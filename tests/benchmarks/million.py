"""Time and memory of a ladder of a million Cepheids, read from disk, fitted and summarised.

    .venv/bin/python tests/benchmarks/million.py [--stars N] [--format parquet|csv]

The table is written first, by another process than the one that is measured.  Memory
is the most that the process held, less what it held once everything was imported and
warmed up; the table is what its numbers take, eight bytes a cell.
"""

from __future__ import annotations

import argparse
import copy
import resource
import subprocess
import sys
import tempfile
import time
from pathlib import Path

import tomlkit
from ladders import CHOICES, reference_ladder, reference_tables

from ladderfit.ladder import read_ladder
from ladderfit.sampling.run import draw
from ladderfit.wording import summary_text

COLUMNS = 6  # of the Cepheids' table: two names, four numbers


def write(folder: Path, stars: int, form: str) -> Path:
    """The ladder file and its tables."""
    choices, tables = copy.deepcopy(CHOICES), reference_tables(cepheids=stars)[1]
    for key, table in tables.items():
        name = f"{key.replace('.', '_')}.{form if key == 'cepheids' else 'csv'}"
        section = choices
        for part in key.split("."):
            section = section[part]
        section["table"] = name
        if name.endswith("parquet"):
            table.to_parquet(folder / name, index=False)
        else:
            table.to_csv(folder / name, index=False)
    path = folder / "million.toml"
    path.write_text(tomlkit.dumps(choices))
    return path


def held() -> float:
    """The most memory that this process has held so far [MB]."""
    return resource.getrusage(resource.RUSAGE_SELF).ru_maxrss / 1024.0


def measure(path: Path, stars: int) -> None:
    draw(reference_ladder(), seed=1, draws=500)
    before, start = held(), time.perf_counter()
    ladder = read_ladder(path)
    read, after_reading = time.perf_counter(), held()
    words = summary_text(draw(ladder, seed=1))
    done = time.perf_counter()
    table = stars * COLUMNS * 8 / 1e6
    print(words)
    print(f"\n{stars:,} Cepheids: read {read - start:.2f} s, drawn and summarised ", end="")
    print(f"{done - read:.2f} s, together {done - start:.2f} s")
    print(f"memory: reading {after_reading - before:,.0f} MB, in all {held() - before:,.0f} MB; ")
    print(f"the table is {table:,.0f} MB, so that beyond it {held() - before - table:,.0f} MB")


def main() -> None:
    parser = argparse.ArgumentParser(description=__doc__.splitlines()[0])
    parser.add_argument("--stars", type=int, default=1_000_000)
    parser.add_argument("--format", choices=("parquet", "csv"), default="parquet")
    parser.add_argument("--measure", type=Path, help=argparse.SUPPRESS)
    arguments = parser.parse_args()
    if arguments.measure is not None:
        measure(arguments.measure, arguments.stars)
        return
    with tempfile.TemporaryDirectory() as folder:
        path = write(Path(folder), arguments.stars, arguments.format)
        command = [sys.executable, __file__, "--stars", str(arguments.stars), "--measure"]
        subprocess.run([*command, str(path)], check=True)


if __name__ == "__main__":
    main()
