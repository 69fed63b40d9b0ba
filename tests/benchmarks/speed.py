"""How fast the posterior is drawn, against samplers of general purpose, in one run.

    .venv/bin/pip install '.[bench]' && .venv/bin/python tests/benchmarks/speed.py

Every figure is a ratio within this run: effective draws per second of the worst
headline parameter.  Compilation, warm-up and the search for the mode are left out
on the rivals' side and, but for compilation, included on ours; all run on the
threads stated.  NUTS has one chain.  Agreement is the largest difference of a
headline mean from ours, in combined Monte Carlo errors.
"""

from __future__ import annotations

import argparse
import os
import platform
import sys
import time
from collections.abc import Callable, Mapping
from dataclasses import dataclass
from pathlib import Path

import emcee
import jax
import models
import numpy as np
import numpyro
from ladders import TRUTH, reference_ladder
from models import HEADLINE
from numpyro.infer import MCMC, NUTS, init_to_value

from ladderfit.diagnostics import ess_of_mean
from ladderfit.kernels.compiling import threads
from ladderfit.ladder import Ladder, read_ladder
from ladderfit.posterior.joint import posterior
from ladderfit.sampling.direct import find_modes
from ladderfit.sampling.moves import moves
from ladderfit.sampling.run import draw, target

SAMPLE = Path(__file__).parents[2] / "sample_data" / "sample.toml"
REFERENCE = "3,040 Cepheids in 38 hosts, 75 parallax stars, 42 + 280 supernovae"
PHI = ("zero_point", "slope", "metallicity", "scatter", "parallax_offset", "peak_scatter")


@dataclass
class Outcome:
    """Draws of the headline parameters, shape (chains, n), and the time they took."""

    label: str
    draws: Mapping[str, np.ndarray]
    seconds: float
    independent: float | None = None  # effective draws, where known without autocorrelation

    def effective(self, name: str) -> float:
        return self.independent or ess_of_mean(self.draws[name])

    @property
    def worst(self) -> tuple[str, float]:
        found = {name: self.effective(name) for name in self.draws}
        name = min(found, key=found.__getitem__)
        return name, found[name]

    @property
    def rate(self) -> float:
        return self.worst[1] / self.seconds

    def disagreement(self, other: Outcome) -> float:
        """Largest difference of means, in combined Monte Carlo errors."""
        found = 0.0
        for name in set(self.draws) & set(other.draws):
            error2 = sum(np.var(o.draws[name]) / o.effective(name) for o in (self, other))
            gap = np.mean(self.draws[name]) - np.mean(other.draws[name])
            found = max(found, abs(gap) / np.sqrt(error2))
        return found


def run_direct(ladder: Ladder, draws: int = 4100) -> Outcome:
    draw(ladder, seed=1, draws=500)  # compiled and cached from here on
    best = np.inf
    for seed in (1, 2, 3):
        start = time.perf_counter()
        result = draw(ladder, seed=seed, draws=draws)
        best = min(best, time.perf_counter() - start)
    found = {name: result.draws[name][None, :] for name in HEADLINE}
    return Outcome("direct", found, best, result.diagnostics.ess["slope"])


def run_ensemble(ladder: Ladder, steps: int = 1500, walkers: int = 48) -> Outcome:
    """emcee on the collapsed density, as the `ensemble` sampler has it, without disk."""
    joint = posterior(ladder)
    mode = find_modes(target(joint), np.random.default_rng(1))[0]
    rng = np.random.default_rng(2)
    factor = np.linalg.cholesky(mode.covariance)
    start = mode.point + rng.standard_normal((walkers, joint.dimension)) @ factor.T
    sampler = emcee.EnsembleSampler(
        walkers, joint.dimension, joint.log_density, vectorize=True, moves=moves()
    )
    state = sampler.run_mcmc(start, 300)
    sampler.reset()
    begin = time.perf_counter()
    sampler.run_mcmc(state, steps)
    chain = sampler.get_chain()
    draws = joint.draw(chain.reshape(-1, joint.dimension), rng)
    seconds = time.perf_counter() - begin
    found = {name: draws[name].reshape(steps, walkers).T for name in HEADLINE}
    return Outcome("ensemble (collapsed)", found, seconds)


def run_nuts_uncollapsed(ladder: Ladder, samples: int) -> Outcome:
    data = models.arrays(ladder)
    start = {name: TRUTH[name] for name in HEADLINE if name != "hubble_constant"}
    start["h"] = 5.0 * np.log10(TRUTH["hubble_constant"])
    start["mu"] = np.zeros(data["hosts"])
    start["near_mu"] = np.zeros(len(data["plx"]))
    kernel = NUTS(models.uncollapsed, init_strategy=init_to_value(values=start))
    chain = MCMC(kernel, num_warmup=400, num_samples=samples, progress_bar=False)
    return _nuts("NUTS, uncollapsed", chain, (data,), lambda s: {n: s[n] for n in HEADLINE})


def run_nuts_collapsed(ladder: Ladder, samples: int) -> Outcome:
    log_density = models.collapsed(models.arrays(ladder))
    kernel = NUTS(potential_fn=lambda z: -log_density(z), dense_mass=True)
    chain = MCMC(kernel, num_warmup=500, num_samples=samples, progress_bar=False)
    start = np.array([TRUTH[name] for name in PHI])
    return _nuts(
        "NUTS, collapsed, dense mass",
        chain,
        (),
        _phi_by_name,
        init_params=start,
    )


def _phi_by_name(samples: np.ndarray) -> dict[str, np.ndarray]:
    """Scatters count by their size."""
    columns = dict(zip(PHI, np.asarray(samples).T, strict=True))
    return {name: np.abs(v) if "scatter" in name else v for name, v in columns.items()}


def _nuts(
    label: str,
    chain: MCMC,
    arguments: tuple[object, ...],
    named: Callable[[object], Mapping[str, object]],
    **options: object,
) -> Outcome:
    chain.warmup(jax.random.PRNGKey(1), *arguments, **options)
    chain.run(jax.random.PRNGKey(2), *arguments, **options)  # compiles the sampling
    chain.post_warmup_state = chain.last_state
    start = time.perf_counter()
    chain.run(jax.random.PRNGKey(3), *arguments, **options)
    draws = named(jax.block_until_ready(chain.get_samples()))
    seconds = time.perf_counter() - start
    return Outcome(label, {n: np.asarray(v)[None, :] for n, v in draws.items()}, seconds)


def run_emcee_everywhere(ladder: Ladder, seconds: float) -> Outcome:
    """emcee over every dimension of the uncollapsed model, for a fixed time."""
    data = models.arrays(ladder)
    hosts, near = data["hosts"], len(data["plx"])
    centre = [TRUTH[name] for name in HEADLINE[:-1]] + [5.0 * np.log10(TRUTH["hubble_constant"])]
    size = len(centre) + hosts + near
    rng = np.random.default_rng(1)
    start = np.concatenate([centre, np.zeros(hosts + near)])
    start = start + 0.01 * rng.standard_normal((2 * size + 2, size))
    start[:, [3, 6]] = np.abs(start[:, [3, 6]])
    log_density = _uncollapsed_numpy(data)
    sampler = emcee.EnsembleSampler(len(start), size, log_density, vectorize=True)
    begin = time.perf_counter()
    state = start
    while time.perf_counter() - begin < seconds:
        state = sampler.run_mcmc(state, 100)
    taken = time.perf_counter() - begin
    chain = sampler.get_chain()
    chain = chain[len(chain) // 3 :]
    draws = {name: chain[:, :, i].T for i, name in enumerate(HEADLINE)}
    draws["hubble_constant"] = 10.0 ** (0.2 * draws["hubble_constant"])
    return Outcome(f"emcee over all {size} dimensions", draws, taken)


def _uncollapsed_numpy(d: dict[str, np.ndarray]) -> Callable[[np.ndarray], np.ndarray]:
    hosts = d["hosts"]

    def gauss(residual: np.ndarray, variance: np.ndarray) -> np.ndarray:
        return -0.5 * (residual**2 / variance + np.log(variance)).sum(axis=1)

    def log_density(z: np.ndarray) -> np.ndarray:
        b, m0, met, t, off, peak, wide, h = z[:, :8].T[:, :, None]
        mu = d["start"] + z[:, 8 : 8 + hosts]
        near = d["near_start"] + z[:, 8 + hosts :]
        line = m0 + b * d["x"] + met * d["o"]
        total = gauss(d["m"] - mu[:, d["host"]] - line, d["s2"] + t**2)
        line = m0 + b * d["near_x"] + met * d["near_o"]
        total += gauss(d["near_m"] - near - line, d["near_s2"] + t**2)
        total += gauss(d["plx"] - 10.0 ** (2.0 - 0.2 * near) - off, d["e_plx"] ** 2 + 0.0 * off)
        total += gauss(d["anchor"] - mu[:, d["anchor_host"]], d["anchor_s"] ** 2 + 0.0 * off)
        total += gauss(d["peak"] - mu[:, d["peak_host"]] - peak, d["peak_s2"] + wide**2)
        total += gauss(d["flow"] - peak + h, d["flow_s2"] + wide**2)
        p = z[:, :8]
        mean = np.array([-3.3, -5.9, -0.2, 0.0, 0.0, -19.3, 0.0, 5.0 * np.log10(70.0)])
        total -= 0.5 * (((p - mean) / [0.5, 2.0, 0.5, 0.3, 0.02, 2.0, 0.3, 1.0]) ** 2).sum(axis=1)
        return np.where((p[:, 3] > 0.0) & (p[:, 6] > 0.0), total, -np.inf)

    return log_density


def table(title: str, outcomes: list[Outcome]) -> None:
    ours = outcomes[0]
    print(f"\n{title}")
    print(f"{'':32}{'seconds':>9}{'worst parameter':>18}{'effective':>11}", end="")
    print(f"{'per second':>12}{'ours is':>10}{'agreement':>11}")
    for found in outcomes:
        name, effective = found.worst
        gap = "" if found is ours else f"{found.disagreement(ours):.1f}"
        ratio = "" if found is ours else f"{ours.rate / found.rate:,.0f} x"
        print(f"{found.label:32}{found.seconds:9.3f}{name:>18}{effective:11,.0f}", end="")
        print(f"{found.rate:12,.1f}{ratio:>10}{gap:>11}", flush=True)


def main() -> None:
    parser = argparse.ArgumentParser(description=__doc__.splitlines()[0])
    parser.add_argument("--quick", action="store_true", help="fewer draws by the rivals")
    parser.add_argument("--sizes", action="store_true", help="ours alone, up to a million stars")
    parser.add_argument("--reference", action="store_true", help="the reference ladder alone")
    arguments = parser.parse_args()
    numpyro.set_host_device_count(1)
    print(
        f"python {platform.python_version()}, {os.cpu_count()} cores, {platform.machine()};", end=""
    )
    print(f" our kernels on {threads()} threads; jax {jax.__version__}", end="")
    print(f", numpyro {numpyro.__version__}, emcee {emcee.__version__}")
    few = arguments.quick
    if not arguments.sizes:
        ladders = {"The sample": read_ladder(SAMPLE), REFERENCE: reference_ladder()}
        if arguments.reference:
            del ladders["The sample"]
        for title, ladder in ladders.items():
            outcomes = [
                run_direct(ladder),
                run_ensemble(ladder, 400 if few else 1500),
                run_nuts_collapsed(ladder, 300 if few else 2000),
                run_nuts_uncollapsed(ladder, 100 if few else 500),
                run_emcee_everywhere(ladder, 10.0 if few else 60.0),
            ]
            table(title, outcomes)
    if arguments.reference:
        return
    for cepheids in (1_000, 10_000, 100_000, 1_000_000):
        ladder = reference_ladder(cepheids=cepheids)
        outcomes = [run_direct(ladder), run_ensemble(ladder, 200)]
        table(f"{cepheids:,} Cepheids in 38 hosts, the rest as before", outcomes)


if __name__ == "__main__":
    sys.exit(main())
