"""Riess et al. 2016 under each photometric treatment, in one table, with what each costs.

    LADDERFIT_TABLES=FOLDER python tests/benchmarks/photometry.py

NGC 4258 is the only anchor, as in tests/test_published_ladder.py.  The table gives total
errors alone; a free ratio needs the colour's, for which 0.10 mag is assumed here (an
assumption, not a published number), the rest of each total error being F160W's.  The
shared term loads each star with its total error, as crowding would; the limits are each
host's faintest F160W.  Costs are processor times of 4,000 draws over those of the plain
fit, in the same process.
"""

from __future__ import annotations

import os
import sys
import time
from collections.abc import Mapping
from pathlib import Path
from typing import Any

import numpy as np
import pandas as pd

sys.path.insert(0, str(Path(__file__).resolve().parents[1]))

from test_published_ladder import CHOICES, WESENHEIT_RATIO, peaks

import ladderfit as lf
from ladderfit.checks.completeness import propose_period_cuts
from ladderfit.checks.predictive import predictive_checks
from ladderfit.ladder import Ladder
from ladderfit.result import Result
from ladderfit.sampling.run import draw

COLOUR_ERROR = 0.10  # mag, assumed
ROWS = ("hubble_constant", "slope", "metallicity", "zero_point", "reddening_ratio")
BANDS = {
    "cepheids.magnitude.errors": {"F160W": "e_H", "V-I": "e_VI"},
}


def cepheids(folder: Path) -> pd.DataFrame:
    """Table 4 without M31, its total errors split under the assumption above."""
    table = pd.read_csv(folder / "riess2016_table4.csv", dtype={"ID": str})
    table = table[table["Gal"] != "M31"].reset_index(drop=True)
    table["e_VI"] = COLOUR_ERROR
    table["e_H"] = np.sqrt(table["e_tot"] ** 2 - (WESENHEIT_RATIO * COLOUR_ERROR) ** 2)
    return table


def plain_ladder(folder: Path) -> Ladder:
    """NGC 4258 and 19 hosts, both scatters free: with none, other terms would stand in for it."""
    return lf.build_ladder(CHOICES, {"cepheids": cepheids(folder), "supernovae": peaks()})


def treatments(base: Ladder, *, limits: bool = True) -> dict[str, Mapping[str, Any]]:
    """Changes by name of the treatment; those with limits take a fit to find."""
    stars, faintest = base.cepheids, {}
    for place, host in enumerate(base.hosts):
        faintest[host] = float(stars.photometry.band[stars.host == place].max())
    free = {
        how: {**BANDS, "relation.reddening": {"colours": how}}
        for how in ("in the variance", "one population", "intrinsic relation")
    }
    found: dict[str, Mapping[str, Any]] = {
        "plain": {},
        **{f"ratio free, {how}": changes for how, changes in free.items()},
        "shared, 0.1 per mag of error": {
            "cepheids.shared": {"crowding": {"loading": "e_tot", "error": 0.1}}
        },
        "shared, width free": {"cepheids.shared": {"crowding": {"loading": "e_tot"}}},
    }
    if limits:
        changes = {"cepheids.completeness": {"band": "F160W", "limits": faintest}}
        cuts = propose_period_cuts(draw(base.change(changes), seed=1))
        found |= {"limits at the faintest": changes, "limits cut": cuts.changes}
    return found


def timed(ladder: Ladder, repeats: int = 3) -> tuple[Result, float]:
    """The result, and the least processor time of a few runs [s]."""
    found = []
    for _ in range(repeats):
        start = time.process_time()
        result = draw(ladder, seed=1, draws=4000)
        found.append(time.process_time() - start)
    return result, min(found)


def table(folder: Path, repeats: int = 3) -> pd.DataFrame:
    """One row per treatment: mean and sd of the main numbers, stars, cost, smallest p."""
    base, rows = plain_ladder(folder), {}
    for name, changes in treatments(base).items():
        result, cost = timed(base.change(changes), repeats)
        checks = predictive_checks(result)
        row: dict[str, Any] = {
            key: f"{result.mean(key):.3f} ± {result.sd(key):.3f}" if key in result.draws else ""
            for key in ROWS
        }
        row |= {
            "stars": len(result.ladder.cepheids),
            "cost": cost,
            "k": result.diagnostics.pareto_k,
        }
        row |= {"smallest p": f"{checks.smallest.p:.3f} of {len(checks.checks)}"}
        rows[name] = row
    found = pd.DataFrame.from_dict(rows, orient="index")
    found["cost"] = (found["cost"] / found.loc["plain", "cost"]).round(1)
    return found


if __name__ == "__main__":
    repeats = int(sys.argv[1]) if len(sys.argv) > 1 else 3
    print(table(Path(os.environ["LADDERFIT_TABLES"]), repeats).to_string())
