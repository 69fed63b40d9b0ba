"""What a covariance of all supernovae costs: set-up, one density, a whole draw.

    python tests/benchmarks/covariance.py [SUPERNOVAE] [SUPERNOVAE IN HOSTS]

Times are elapsed, and in brackets those of the processor, which count every thread
and mean more on a busy machine.  Nothing here is a unit test.
"""

from __future__ import annotations

import sys
import time
from collections.abc import Callable
from dataclasses import replace
from typing import Any

import numpy as np
from ladders import reference_tables

from ladderfit.ladder import Ladder, build_ladder
from ladderfit.posterior.joint import posterior
from ladderfit.sampling.run import drawn, target

KEY = "supernovae.covariance"


def ladder(supernovae: int, in_hosts: int, scatter: str) -> Ladder:
    """A whole ladder: 3,000 Cepheids in 42 hosts, 75 parallax stars, and a full covariance."""
    choices, tables = reference_tables(
        hosts=42, cepheids=3000, supernovae=in_hosts, flow=supernovae - in_hosts
    )
    patterns = 0.01 * np.random.default_rng(3).normal(size=(supernovae, 40))
    choices["supernovae"] |= {"covariance": {"adds": True}, "scatter": scatter}
    return build_ladder(choices, tables | {KEY: patterns @ patterns.T})


def timed(words: str, work: Callable[[], Any], parts: int = 1) -> Any:
    """Do the work and print its time."""
    elapsed, processor = time.perf_counter(), time.process_time()
    found = work()
    spent = [(time.perf_counter() - elapsed) / parts, (time.process_time() - processor) / parts]
    unit, factor = ("s", 1.0) if parts == 1 else ("ms", 1e3)
    print(f"  {words:32} {factor * spent[0]:7.3f} {unit} ({factor * spent[1]:.3f})")
    return found


def measure(found: Ladder) -> None:
    """Print the costs for one ladder."""
    joint = timed("set-up", lambda: posterior(found))
    aim = target(joint)
    z = drawn(joint, aim, 1, 4000)[1].z  # compiles, and focuses the tables
    timed("one density", lambda: joint.log_density(z), len(z))
    alone = replace(joint, parallaxes=None)
    timed("the same without parallax stars", lambda: alone.log_density(z), len(z))
    result, _ = timed("4,000 draws after set-up", lambda: drawn(joint, aim, 1, 4000))
    print(f"  Pareto k = {result.diagnostics.pareto_k:.2f}")


def main() -> None:
    """Measure one scatter and two."""
    numbers = [int(word) for word in sys.argv[1:]]
    supernovae, in_hosts = (*numbers, *(1700, 77)[len(numbers) :])
    for scatter in ("common", "apart"):
        posterior(ladder(90, 10, scatter))  # compiles
        print(f"{supernovae:,} supernovae, {in_hosts} in hosts, scatter {scatter}")
        measure(ladder(supernovae, in_hosts, scatter))


if __name__ == "__main__":
    main()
........
Task goal =
What lines in the records above include the string "argv"? Copy each one.

Answer space =
    repeats = int(sys.argv[1]) if len(sys.argv) > 1 else 3
    numbers = [int(word) for word in sys.argv[1:]]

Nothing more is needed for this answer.